Atlanta Business Chroncile: For-profit education a growing presence

Dave Williams

Friday, October 4, 2013, 2:11pm EDT

America’s for-profit colleges and universities are playing an increasingly important role in supplying higher education that meets workforce demands, a leader in the field said in Atlanta this week.

“Our schools really have their ears to the ground as to what the market is,” Steve Gunderson, president and CEO of the Association of Private Sector Colleges and Universities told Atlanta Business Chronicle. “Our sector is responsive to the needs partly because we have the flexibility to do it.”

Gunderson represented Wisconsin in Congress during the 1980s and ‘90s. He said when he arrived in Washington, only about 4 percent of American college students were enrolled in a for-profit school.
That percentage has risen since then to 14 percent, Gunderson said.

In Georgia, for-profit colleges and universities make up 44 percent of total post-secondary institutions. Atlanta alone has more than 40 for-profits.

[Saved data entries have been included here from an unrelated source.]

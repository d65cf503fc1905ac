"""A study folder's report, written from its store: tables/, figures/ and structures/.

    tables/      summary, deltas, states, ligand_field, path (.csv, tidy); report.md; one .tex per table and a
                 report.tex that inputs them all; report.json; methods.md and methods.tex (with the md and tex formats)
                 and references.bib (fourfold.report.methods); captions.md (one caption per figure and table)
    figures/     ladder_<complex>, d_levels_<complex>, path_<complex> (with path points), parity; each as .pdf,
                 .svg and 300 dpi .png
    structures/  the final structure of every finished state as extended XYZ (energy, 2S, arrangement, … in
                 the comment line)

It can be written again at any time (`fourfold report DIR`); every file is replaced whole.
"""

from __future__ import annotations

import os
from dataclasses import dataclass, field
from pathlib import Path

from ..errors import InputError
from ..units import REPORT_UNITS, energy_unit
from . import tables as tab
from .table import latex_document, to_csv, to_latex


@dataclass
class Report:
    folder: Path
    unit: str
    comparison: object
    tables: list[Path] = field(default_factory=list)
    figures: list[Path] = field(default_factory=list)
    structures: list[Path] = field(default_factory=list)

    def summary_line(self) -> str:
        return (f"report: {len(self.tables)} table files in {self.folder / 'tables'}, {len(self.figures)} figure files "
                f"in {self.folder / 'figures'}, {len(self.structures)} structures in {self.folder / 'structures'}")


def _write_text(path: Path, text: str) -> Path:
    path.parent.mkdir(parents=True, exist_ok=True)
    partial = path.with_name(f".{path.name}.{os.getpid()}.partial")  # unique: two writers never share one
    partial.write_text(text, encoding="utf-8")
    os.replace(partial, path)
    return path


def write_tables(comparison, folder: Path, unit: str, formats=tab.FORMATS, safety_markdown: str = "") -> list[Path]:
    tables = tab.study_tables(comparison, unit)
    written = []
    if "csv" in formats:
        written += [_write_text(folder / f"{t.name}.csv", to_csv(t)) for t in tables if t.tidy]
    shown = [t for t in tables if t.display]
    if "md" in formats:
        written.append(_write_text(folder / "report.md", tab.markdown_report(shown, comparison, unit, safety_markdown)))
    if "tex" in formats:
        written += [_write_text(folder / f"{t.name}.tex", to_latex(t)) for t in shown]
        written.append(_write_text(folder / "report.tex",
                                   latex_document(shown, comparison.title, [t.name for t in shown])))
    if "json" in formats:
        written.append(_write_text(folder / "report.json", tab.to_json(tables, comparison, unit)))
    return written


def write_figures(comparison, folder: Path, unit: str, figure_style: str = "annotated",
                  ladder_energy: str = "E") -> list[Path]:
    from .figures import save_figure, study_figures

    written = []
    for name, fig in study_figures(comparison, unit, figure_style, ladder_energy).items():
        written += save_figure(fig, folder / name)
    return written


def write_structures(comparison, results_by_key: dict, folder: Path, unit: str) -> list[Path]:
    """Final structure of every finished state, its numbers in the extended XYZ comment line."""
    from ase import Atoms

    from ..compute.xtb_engine import XTB_SPIN_WARNING
    from .export import structure_filename, write_extxyz

    u = energy_unit(unit)
    written = []
    for c in comparison.complexes:
        for r in c.records:
            result = results_by_key.get(r.job_key)
            if r.status != "done" or result is None or r.energy_hartree is None:
                continue
            atoms = Atoms(symbols=result["symbols"], positions=result["positions_angstrom"])
            atoms.info.update({
                "formula": c.formula, "arrangement": r.arrangement, "isomer": r.isomer, "spin2s": r.spin2s,
                "multiplicity": r.spin2s + 1, "relaxation": r.kind, "energy_hartree": r.energy_hartree,
                f"relative_energy_{u.suffix}": u.from_kj_mol(r.relative_kj_mol),
                "level": c.level, "engine": r.engine, "converged": bool(r.converged),
                "tau4": r.tau4, "nearest_shape": r.nearest_shape, "job_key": r.job_key,
            })
            if r.engine == "xtb":
                atoms.info["caveat"] = XTB_SPIN_WARNING
            # ASE writes an empty string as `key=` and reads it back as the next pair: leave empty values out
            atoms.info = {k: v for k, v in atoms.info.items() if v is not None and v != ""}
            name = structure_filename(atoms, suffix=f"2S{r.spin2s}_{r.kind}")
            written.append(write_extxyz(atoms, folder / name))
    return written


def write_report(folder, study, store, unit: str = "kj", formats=tab.FORMATS,
                 figure_style: str = "annotated", ladder_energy: str = "E") -> Report:
    """Write tables, figures and structures of ``study`` into ``folder`` from the results in ``store`` (a
    fourfold.study.store.ResultStore: the folder's results.db or a PostgreSQL store); figures in
    ``figure_style`` (annotated or journal), their captions and the tables' in tables/captions.md."""
    from ..verdict.comparison import build_comparison
    from .captions import captions_markdown
    from .figures import check_style

    folder = Path(folder)
    unit = energy_unit(unit).name
    if unit not in {energy_unit(u).name for u in REPORT_UNITS}:
        raise InputError(f"report units must be one of {', '.join(REPORT_UNITS)}, got {energy_unit(unit).label}")
    unknown = [f for f in formats if f not in tab.FORMATS]
    if unknown:
        raise InputError(f"unknown table format {unknown[0]!r}: use {', '.join(tab.FORMATS)}")
    check_style(figure_style)
    results = {r["job_key"]: r for r in store.results()}
    comparison = build_comparison(study, results)
    report = Report(folder, unit, comparison)
    from ..chem.hazards import cautions_markdown

    safety = cautions_markdown([e.complex for e in study.complexes], heading="## Safety")
    report.tables = write_tables(comparison, folder / "tables", unit, formats, safety)
    from .methods import methods_files, study_versions

    methods = methods_files(study, study_versions(folder), comparison, safety, formats)
    report.tables += [_write_text(folder / "tables" / name, text) for name, text in methods.items()]
    report.figures = write_figures(comparison, folder / "figures", unit, figure_style, ladder_energy)
    if "md" in formats:
        names = list(dict.fromkeys(p.stem for p in report.figures))
        captions = captions_markdown(comparison, names, tab.study_tables(comparison, unit), unit)
        report.tables.append(_write_text(folder / "tables" / "captions.md", captions))
    report.structures = write_structures(comparison, results, folder / "structures", unit)
    return report
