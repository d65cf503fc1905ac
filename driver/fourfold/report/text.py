"""What the terminal shows: the same Table objects the written report uses, rendered as monospace text."""

from __future__ import annotations

from ..chem.complex import spin_label
from ..chem.magnetism import spin_only_moment
from ..units import cm_to_kj_mol, energy_unit
from .table import Column, Table, to_text
from .tables import complex_table, summary_table


def _occupation_marks(occupation) -> str:
    return " ".join({0: "·", 1: "↑", 2: "↑↓"}[n] for n in occupation)


def _state_name(arrangement: str, isomer: str) -> str:
    return f"{arrangement} {isomer}".strip()


def estimate_table(result) -> Table:
    """The estimate's states, lowest first: occupations and the three energy terms."""
    columns = [Column("state", "state", "state"), Column("spin", "spin", "spin"),
               Column("occupation", "occupation", "occupation"),
               Column("mu_eff", "μ_eff / μB", "", "number", 2),
               Column("ligand_field_cm-1", "ligand field / cm⁻¹", "", "number", 0),
               Column("pairing_cm-1", "pairing / cm⁻¹", "", "number", 0),
               Column("repulsion_cm-1", "repulsion / cm⁻¹", "", "number", 0),
               Column("energy_cm-1", "E rel / cm⁻¹", "", "number", 0),
               Column("energy_kj_mol", "E rel / kJ mol⁻¹", "", "number", 1)]
    rows = [{"state": _state_name(s.arrangement, s.isomer), "spin": spin_label(s.spin2s),
             "occupation": _occupation_marks(s.occupation), "mu_eff": spin_only_moment(s.spin2s),
             "ligand_field_cm-1": s.ligand_field_cm,
             "pairing_cm-1": s.pairing_cm, "repulsion_cm-1": s.repulsion_cm, "energy_cm-1": s.energy_cm,
             "energy_kj_mol": s.energy_kj_mol} for s in sorted(result.states, key=lambda s: s.energy_cm)]
    return Table("estimate", f"Ligand-field estimate for {{formula}}  (d{result.d_electrons})", columns, rows,
                 formula=result.formula)


def complex_header(cx, charge_assumed: bool = False) -> str:
    """The metal's oxidation state, d count and the charge, and a plain word when the charge was assumed."""
    charge = f"{cx.charge:+d}" if cx.charge else "0"
    line = f"{cx.metal.symbol}({cx.oxidation_state:+d}), d{cx.d_electrons}, charge {charge}"
    if charge_assumed:
        line += (f" — no charge was written, so {charge} is assumed and {cx.metal.symbol} is "
                 f"{cx.oxidation_state:+d} by the charge balance; write the charge (e.g. [NiCl4]2-) if that is not meant")
    return line


def estimate_text(result, cx=None, charge_assumed: bool = False) -> str:
    """The estimate as a chemist reads it: d levels per arrangement, terms per state, ΔE, ground state."""
    table = estimate_table(result)
    out = [table.heading("text")] + ([complex_header(cx, charge_assumed)] if cx is not None else []) + [""]
    seen = set()
    for s in result.states:
        key = (s.arrangement, s.isomer)
        if key in seen:
            continue
        seen.add(key)
        levels = "  ".join(f"{label} {value:,.0f}" for label, value in zip(s.level_labels, s.levels_cm, strict=False))
        out.append(f"{_state_name(*key):14s} d levels (cm⁻¹, low → high): {levels}")
    out += ["", to_text(table, title=False).rstrip("\n")]
    deltas = result.delta_sp_t_cm()
    if deltas:
        out.append("")
        for spin2s, delta_cm in deltas.items():
            out.append(f"ΔE(SP-4 − T-4), {spin_label(spin2s)}: {delta_cm:,.0f} cm⁻¹ = {cm_to_kj_mol(delta_cm):.1f} kJ/mol")
    g = result.ground
    out += ["", f"Estimated ground state: {_state_name(g.arrangement, g.isomer)}, {spin_label(g.spin2s)}"]
    out += [f"Confidence: {note}" for note in result.confidence_notes] + [""]
    out.append(_parameters_text(result.parameters))
    return "\n".join(out)


def _parameters_text(params) -> str:
    lines = ["Parameters used (value — source):"]
    for name, p in params.ligands.items():
        lines.append(f"  {name}: e_σ {p.e_sigma_cm.value:,.0f} cm⁻¹ — {p.e_sigma_cm.source}")
        lines.append(f"  {name}: e_π {p.e_pi_cm.value:,.0f} cm⁻¹ — {p.e_pi_cm.source}")
        lines.append(f"  {name}: h {p.h.value} — {p.h.source}; cone {p.cone_deg.value:.0f}° — {p.cone_deg.source}")
    lines.append(f"  metal: B {params.racah_b_cm.value:,.0f} cm⁻¹ — {params.racah_b_cm.source}")
    lines.append(f"  metal: C {params.racah_c_cm.value:,.0f} cm⁻¹ — {params.racah_c_cm.source}")
    lines.append(f"  metal: k {params.k.value} — {params.k.source}")
    lines.append(f"  nephelauxetic β = 1 − h̄·k = {params.beta:.3f}; "
                 f"pairing D = β·(7/6)(5B/2 + C) = {params.pairing_d_cm:,.0f} cm⁻¹")
    lines.append(f"  e_ds/e_σ {params.e_ds_ratio.value} — {params.e_ds_ratio.source}")
    lines.append(f"  e scale {params.e_scale.value} — {params.e_scale.source}")
    lines.append(f"  repulsion: ε {params.steric_scale_cm.value:,.0f} cm⁻¹, n {params.steric_exponent.value:g}, "
                 f"charge screening {params.screening.value:g} — {params.steric_scale_cm.source}")
    return "\n".join(lines)


def structures_text(cx, rows: list[dict]) -> str:
    columns = [Column("arrangement", "arrangement", ""), Column("isomer", "isomer", ""),
               Column("tau4", "tau4", "", "number", 3), Column("tau4_prime", "tau4′", "", "number", 3),
               Column("shape", "nearest shape (S)", ""), Column("file", "file", "")]
    body = [{**r, "shape": f"{r['nearest_shape']} ({r['shape_measures'][r['nearest_shape']]:.2f})"} for r in rows]
    title = f"Ideal structures of {{formula}} (d{cx.d_electrons}, charge {cx.charge:+d})"
    return to_text(Table("structures", title, columns, body, formula=cx.formula))


def comparison_text(comparison, unit: str = "kj") -> str:
    """Per complex: the states table of the written report, its verdict lines and notes; then the caveats."""
    out = [f"{comparison.title} — level {comparison.level}", ""]
    for c in comparison.complexes:
        out.append(to_text(complex_table(c, unit, comparison.warnings), skip_notes=comparison.warnings))
    out += [f"note: {warning}" for warning in comparison.warnings]
    return "\n".join(out).rstrip() + "\n"


def run_summary_text(summary, out_dir) -> str:
    line = (f"{summary.total} jobs: {summary.done} done, {summary.failed} failed "
            f"({summary.ran} run now, {summary.skipped} already in the store) in {summary.wall_seconds:.0f} s; "
            f"results in {out_dir}")
    if summary.ran and summary.wall_seconds > 0:
        line += (f"\nthe jobs' own times add up to {summary.job_seconds:.0f} s: {summary.workers} workers kept "
                 f"{summary.job_seconds / (summary.workers * summary.wall_seconds):.0%} busy")
    if summary.failures:
        line += "\nfailed: " + "; ".join(f"{label} — {reason}" for label, reason in summary.failures[:10])
    return line


def status_text(found: dict) -> str:
    lines = [f"{found['folder']}: {found['title']} (level {found['level']}; store {found['store']})",
             f"{found['total']} jobs: {found['done']} done, {found['failed']} failed, {found['running']} running, "
             f"{found['pending']} pending"]
    if found["run_on"]:
        eta = found["eta_seconds"]
        lines.append(f"a run is on ({found['run_holder']})" + ("" if eta is None else
                     f"; about {eta / 60:.0f} min left at the mean time of the jobs done so far"))
    for formula, counts in found["per_complex"].items():
        lines.append(f"  {formula}: " + ", ".join(f"{n} {state}" for state, n in counts.items() if n))
    for failure in found["failures"]:
        lines.append(f"  failed: {failure['label']} [{failure['task']}] — {failure['reason']}")
    return "\n".join(lines)


def report_text(report) -> str:
    """What `fourfold report` prints: the comparison, the summary table, where the files went."""
    unit = energy_unit(report.unit).name
    summary = to_text(summary_table(report.comparison, unit), skip_notes=report.comparison.warnings)
    return "\n".join([comparison_text(report.comparison, unit), "Summary", summary, report.summary_line()]) + "\n"


def ligands_text(rows: list[dict]) -> str:
    """The ligand library (fourfold.field.ligand_library rows) as a terminal table; the sources of f and of the
    published cone angles as numbered notes."""
    from ..chem.metals import get_metal
    from ..field.ligand_library import REFERENCE_ION

    sources: dict[str, int] = {}

    def mark(pair: dict | None) -> str:
        return "" if pair is None else f" [{sources.setdefault(pair['source'], len(sources) + 1)}]"

    metal, charge = REFERENCE_ION
    columns = [Column("name", "ligand", ""), Column("formula", "formula", ""), Column("denticity", "dent.", ""),
               Column("donors", "donors", ""), Column("charge", "charge", ""),
               Column("e", f"e_σ / e_π at {metal}({charge:+d}) / cm⁻¹", ""), Column("f", "f", ""),
               Column("cone", "cone / °", ""), Column("tolman", "Tolman / °", ""),
               Column("bite_angle_deg", "bite / °", "", "number", 1)]
    body = []
    for row in rows:
        published = row["published_cone_angle_deg"]
        body.append({
            "name": row["name"], "formula": row["formula"], "denticity": str(row["denticity"]),
            "donors": ",".join(row["donors"]), "charge": f"{row['charge']:+d}",
            "e": f"{row['e_sigma_ni2_cm']['value']:,.0f} / {row['e_pi_ni2_cm']['value']:,.0f}",
            "f": f"{row['f']['value']:g}{mark(row['f'])}",
            "cone": " / ".join(f"{x:.0f}" for x in row["cone_angle_deg"]),
            "tolman": None if published is None else f"{published['value']:.0f}{mark(published)}",
            "bite_angle_deg": row["bite_angle_deg"]})
    g_kk = get_metal(metal).g(charge).value
    notes = [f"e_σ, e_π: Δ = 1.5·f·g with g({metal}({charge:+d})) = {g_kk} kK, Δ = 3e_σ − 4e_π, e_π = pi_ratio·e_σ. "
             "Cone: exact cone about the M–donor axis of the built fragment, M–donor 2.28 Å, Bondi radii, per donor "
             "for chelates; Tolman: published. Bite: D–M–D at the start M–donor distance."]
    notes += [f"[{number}] {source}" for source, number in sources.items()]
    return to_text(Table("ligands", "fourfold's ligand library", columns, body, notes), title=False)
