def ligand_field_table(comparison) -> Table:
    """Fitted AOM parameters of the lowest computed state of each arrangement beside the estimate's inputs."""
    columns = [
        Column("formula", "complex", "complex", "formula"),
        Column("state", "fitted on", "fitted on"),
        Column("ligand", "ligand", "ligand"),
        Column("e_sigma_fitted_cm-1", "e_σ fit / cm⁻¹", r"$e_\sigma$ fit / cm$^{-1}$", "number", 0),
        Column("e_pi_fitted_cm-1", "e_π fit / cm⁻¹", r"$e_\pi$ fit / cm$^{-1}$", "number", 0),
        Column("e_pi_tied", "e_π tied", r"$e_\pi$ tied", "bool"),
        Column("e_sigma_estimate_cm-1", "e_σ est / cm⁻¹", r"$e_\sigma$ est / cm$^{-1}$", "number", 0),
        Column("e_pi_estimate_cm-1", "e_π est / cm⁻¹", r"$e_\pi$ est / cm$^{-1}$", "number", 0),
        Column("e_sigma_source", "", "", where="data"),
    ]
    rows = []
    for c in comparison.complexes:
        fitted = _lowest_per_arrangement([r for r in c.held_or_free() if r.fitted_e_sigma_cm])
        params = c.estimate.parameters.ligands
        sources = fitted or [None]
        for record in sources:
            for name, p in params.items():
                rows.append({
                    "formula": c.formula,
                    "state": None if record is None else _state_words(record.arrangement, record.isomer, record.spin2s),
                    "ligand": name,
                    "e_sigma_fitted_cm-1": None if record is None else record.fitted_e_sigma_cm.get(name),
                    "e_pi_fitted_cm-1": None if record is None else (record.fitted_e_pi_cm or {}).get(name),
                    "e_pi_tied": None if record is None else record.fit_tied_pi,
                    "e_sigma_estimate_cm-1": p.e_sigma_cm.value, "e_pi_estimate_cm-1": p.e_pi_cm.value,
                    "e_sigma_source": p.e_sigma_cm.source,
                })
    notes = ["Fits: least squares to the Kohn–Sham d block projected on the metal (e_π tied to e_σ by the "
             "ligand's default ratio where the arrangement cannot separate them, as in T-4)."]
    if not any(r["state"] for r in rows):
        notes.append(f"No calculated ligand field at level {comparison.level}: only the estimate's parameters "
                     "are listed (the d block comes from a DFT calculation).")
    return Table("ligand_field", "AOM parameters: fitted to the calculation vs used by the estimate", columns, rows,
                 notes)


def _lowest_per_arrangement(records):
    best = {}
    for r in records:
        key = (r.arrangement, r.isomer)
        if key not in best or r.energy_hartree < best[key].energy_hartree:
            best[key] = r
    return [best[k] for k in sorted(best, key=lambda k: (_ARRANGEMENT_ORDER.get(k[0], 9), k[1]))]


def path_table(comparison, unit: str) -> Table:
    columns = [
        Column("formula", "complex", "complex", "formula"),
        Column("isomer", "isomer", "isomer"),
        Column("trans_angle_deg", "trans angle / °", r"trans angle / $^\circ$", "number", 1),
        Column("spin2s", "2S", "$2S$", "number", 0),
        Column("spin_state", "spin", "spin"),
        Column("status", "status", "status"),
        Column("converged", "converged", "conv.", "bool"),
        Column("energy_hartree", "E / Eh", r"$E$ / $E_\mathrm{h}$", "number", 6),
        _energy_column("relative_energy", "ΔE", r"$\Delta E$", unit),
        Column("tau4", "τ₄", r"$\tau_4$", "number", 2),
        Column("engine", "engine", "engine", where="data"),
        Column("warnings", "warnings", "warnings", where="data"),
        Column("job_key", "job key", "job key", where="data"),
    ]
    rows = []
    for c in comparison.complexes:
        for r in sorted(c.path_records, key=lambda r: (r.isomer, r.spin2s, r.trans_angle_deg)):
            rows.append({"formula": c.formula, "isomer": r.isomer, "trans_angle_deg": r.trans_angle_deg,
                         "spin2s": r.spin2s, "spin_state": multiplicity_word(r.spin2s), "status": r.status,
                         "converged": r.converged, "energy_hartree": r.energy_hartree,
                         columns[8].key: _in(r.relative_kj_mol, unit), "tau4": r.tau4, "engine": r.engine,
                         "warnings": "; ".join(r.warnings), "job_key": r.job_key})
    return Table("path", "D2d path T-4 → SP-4 (held relaxations; energies on the zero of the states table)",
                 columns, rows, list(comparison.warnings))


def study_tables(comparison, unit: str = "kj") -> list[Table]:
    """Every table of a comparison in one energy unit; the path table only when the study has path points."""
    unit = canonical_unit(unit)
    tables = [summary_table(comparison, unit), deltas_table(comparison, unit), states_table(comparison, unit)]
    tables += [complex_table(c, unit, comparison.warnings) for c in comparison.complexes]
    tables.append(ligand_field_table(comparison))
    if any(c.path_records for c in comparison.complexes):
        tables.append(path_table(comparison, unit))
    return tables


# ---- writers -------------------------------------------------------------------------------------------

def _data_columns(table: Table) -> list[Column]:
    return [c for c in table.columns if c.where != "display"]


def _display_columns(table: Table) -> list[Column]:
    return [c for c in table.columns if c.where != "data"]


def _csv_value(value):
    if value is None:
        return ""
    if isinstance(value, bool):
        return "true" if value else "false"
    if isinstance(value, float):
        return repr(value)  # shortest text that reads back to the same float
    return value


def to_csv(table: Table) -> str:
    columns = _data_columns(table)
    out = io.StringIO()
    writer = csv.writer(out, lineterminator="\n")
    writer.writerow([c.key for c in columns])
    for row in table.rows:
        writer.writerow([_csv_value(row.get(c.key)) for c in columns])
    return out.getvalue()
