def _verdicts(c, unit: str) -> list[str]:
    """The verdict (on which energies, complete or not), then ΔE(SP-4 − T-4) per spin with the difference."""
    u = energy_unit(unit)
    g, e = c.computed_ground, c.estimate.ground
    computed = "not computed" if g is None else ground_words(g)
    same = {None: "", True: " Same ground state.", False: " Different ground states."}[c.agrees()]
    lines = [f"Ground state ({c.basis}{'' if c.complete else ', INCOMPLETE'}): computed {computed}; estimated "
             f"{_state_words(e.arrangement, e.isomer, e.spin2s)}.{same}"]
    by_gibbs = c.ground_by_gibbs
    if by_gibbs is not None:
        differs = g is None or (by_gibbs.ended_as, by_gibbs.spin2s) != (g.ended_as, g.spin2s)
        lines.append(f"Ground state by G({c.temperature_k:g} K): {ground_words(by_gibbs)}"
                     + (" — differs from the ground state by E." if differs else ", as by E."))
    populations = c.populations(c.temperature_k)
    if populations:
        lines.append(f"Populations at {c.temperature_k:g} K from ΔG: "
                     + ", ".join(f"{shape} {share:.0%}" for shape, share in populations.items()) + ".")
    if g is not None:
        moment = f"Spin-only μ_eff of the ground state: {spin_only_moment(g.spin2s):.2f} μB"
        note = _orbital_note(c, g)
        lines.append(moment + (f"; {note}" if note else "") + ".")
    lines += [f"Warning: {w}." for w in c.verdict_warnings(unit)]
    calc, est = c.delta_sp_t_kj_mol(), c.estimated_delta_kj_mol()
    ladder = "held" if c.ladder_kind == "held" else "free minima by final shape"
    for spin2s in sorted(set(calc) | set(est)):
        a, b = _in(calc.get(spin2s), unit), _in(est.get(spin2s), unit)
        difference = ""
        if a is not None and b is not None:
            large = abs(calc[spin2s] - est[spin2s]) > DIFFERENCE_FLAG_KJ_MOL
            difference = (f", difference {_signed(a - b, u.digits)} {u.header}"
                          + (f" (more than {u.from_kj_mol(DIFFERENCE_FLAG_KJ_MOL):.{u.digits}f} {u.header})"
                             if large else ""))
        lines.append(f"ΔE(SP-4 − T-4), {multiplicity_word(spin2s)} ({ladder}): computed {_signed(a, u.digits)} "
                     f"{u.header}, estimated {_signed(b, u.digits)} {u.header}{difference}.")
    return lines
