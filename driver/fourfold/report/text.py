"""Plain-text tables for the terminal (monospace, units in every header)."""

from __future__ import annotations

from ..chem.complex import spin_label
from ..units import cm_to_kj_mol


def _table(headers: list[str], rows: list[list[str]], right: set[int] | None = None) -> str:
    right = right if right is not None else set(range(1, len(headers)))
    widths = [max(len(str(x)) for x in column) for column in zip(headers, *rows)]
    def line(cells):
        return "  ".join(str(c).rjust(w) if i in right else str(c).ljust(w) for i, (c, w) in enumerate(zip(cells, widths)))
    return "\n".join([line(headers), "  ".join("-" * w for w in widths), *(line(r) for r in rows)])


def _occupation_marks(occupation) -> str:
    return " ".join({0: "·", 1: "↑", 2: "↑↓"}[n] for n in occupation)


def _state_name(arrangement: str, isomer: str) -> str:
    return f"{arrangement} {isomer}".strip()


def estimate_text(result) -> str:
    """The estimate as a chemist reads it: d levels per arrangement, terms per state, ΔE, ground state."""
    out = [f"Ligand-field estimate for {result.formula}  (d{result.d_electrons})", ""]
    seen = set()
    for s in result.states:
        key = (s.arrangement, s.isomer)
        if key in seen:
            continue
        seen.add(key)
        levels = "  ".join(f"{label} {value:,.0f}" for label, value in zip(s.level_labels, s.levels_cm))
        out.append(f"{_state_name(*key):14s} d levels (cm⁻¹, low → high): {levels}")
    out.append("")
    headers = ["state", "spin", "occupation", "ligand field / cm⁻¹", "pairing / cm⁻¹", "repulsion / cm⁻¹",
               "E rel / cm⁻¹", "E rel / kJ mol⁻¹"]
    rows = [[_state_name(s.arrangement, s.isomer), spin_label(s.spin2s), _occupation_marks(s.occupation),
             f"{s.ligand_field_cm:,.0f}", f"{s.pairing_cm:,.0f}", f"{s.repulsion_cm:,.0f}",
             f"{s.energy_cm:,.0f}", f"{s.energy_kj_mol:.1f}"]
            for s in sorted(result.states, key=lambda s: s.energy_cm)]
    out.append(_table(headers, rows, right={3, 4, 5, 6, 7}))
    deltas = result.delta_sp_t_cm()
    if deltas:
        out.append("")
        for spin2s, delta_cm in deltas.items():
            out.append(f"ΔE(SP-4 − T-4), {spin_label(spin2s)}: {delta_cm:,.0f} cm⁻¹ = {cm_to_kj_mol(delta_cm):.1f} kJ/mol")
    g = result.ground
    out += ["", f"Estimated ground state: {_state_name(g.arrangement, g.isomer)}, {spin_label(g.spin2s)}", ""]
    out.append(_parameters_text(result.parameters))
    return "\n".join(out)


def _parameters_text(params) -> str:
    lines = ["Parameters used (value — source):"]
    for name, p in params.ligands.items():
        lines.append(f"  {name}: e_σ {p.e_sigma_cm.value:,.0f} cm⁻¹ — {p.e_sigma_cm.source}")
        lines.append(f"  {name}: e_π {p.e_pi_cm.value:,.0f} cm⁻¹ — {p.e_pi_cm.source}")
        lines.append(f"  {name}: h {p.h.value} — {p.h.source}; repulsion K {p.repulsion_cm.value:,.0f} cm⁻¹ — {p.repulsion_cm.source}")
    lines.append(f"  metal: B {params.racah_b_cm.value:,.0f} cm⁻¹ — {params.racah_b_cm.source}")
    lines.append(f"  metal: C {params.racah_c_cm.value:,.0f} cm⁻¹ — {params.racah_c_cm.source}")
    lines.append(f"  metal: k {params.k.value} — {params.k.source}")
    lines.append(f"  nephelauxetic β = 1 − h̄·k = {params.beta:.3f}; pairing D = β·(7/6)(5B/2 + C) = {params.pairing_d_cm:,.0f} cm⁻¹")
    lines.append(f"  e_ds/e_σ {params.e_ds_ratio.value} — {params.e_ds_ratio.source}")
    lines.append(f"  e scale {params.e_scale.value} — {params.e_scale.source}")
    return "\n".join(lines)


def structures_text(cx, rows: list[dict]) -> str:
    headers = ["arrangement", "isomer", "tau4", "tau4′", "nearest shape (S)", "file"]
    body = [[r["arrangement"], r["isomer"] or "—", f"{r['tau4']:.3f}", f"{r['tau4_prime']:.3f}",
             f"{r['nearest_shape']} ({r['shape_measures'][r['nearest_shape']]:.2f})", r["file"]] for r in rows]
    return f"Ideal structures of {cx.formula} (d{cx.d_electrons}, charge {cx.charge:+d})\n\n" + _table(headers, body, right={2, 3})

Gunderson said a key reason for the growth in popularity of for-profit colleges and universities is the increasing number of students attending college as adults – many in mid-career ­– rather than directly from high school.

“An awful lot more people are going to school as adults,” he said. “With limited public resources, the viability of public schools to respond to that growth in demand isn’t there.”

The numbers in Georgia confirm Gunderson’s description of students most likely to attend a for-profit school.

According to the association, 72 percent are 25 or older. Fifty-one percent are African-Americans.
During the 2010-2011 school year, 10,622 students earned certificates, while 7,701 earned degrees, numbers that point to the for-profits’ emphasis on career training.

Indeed, for-profit schools that year made up 49 percent of degrees and certificates awarded in Georgia to graduates of courses in personal and culinary services, and 29 percent of awards to students who completed courses in health care and related professions.

Gunderson said a big advantage for students of for-profits is that they can complete their education faster than in traditional colleges and universities. It takes just 18 months to get an associate’s degree from a for-profit and three years to earn a bachelor’s degree.

“We go year-round,” Gunderson said. “It’s a different mind-set and culture.”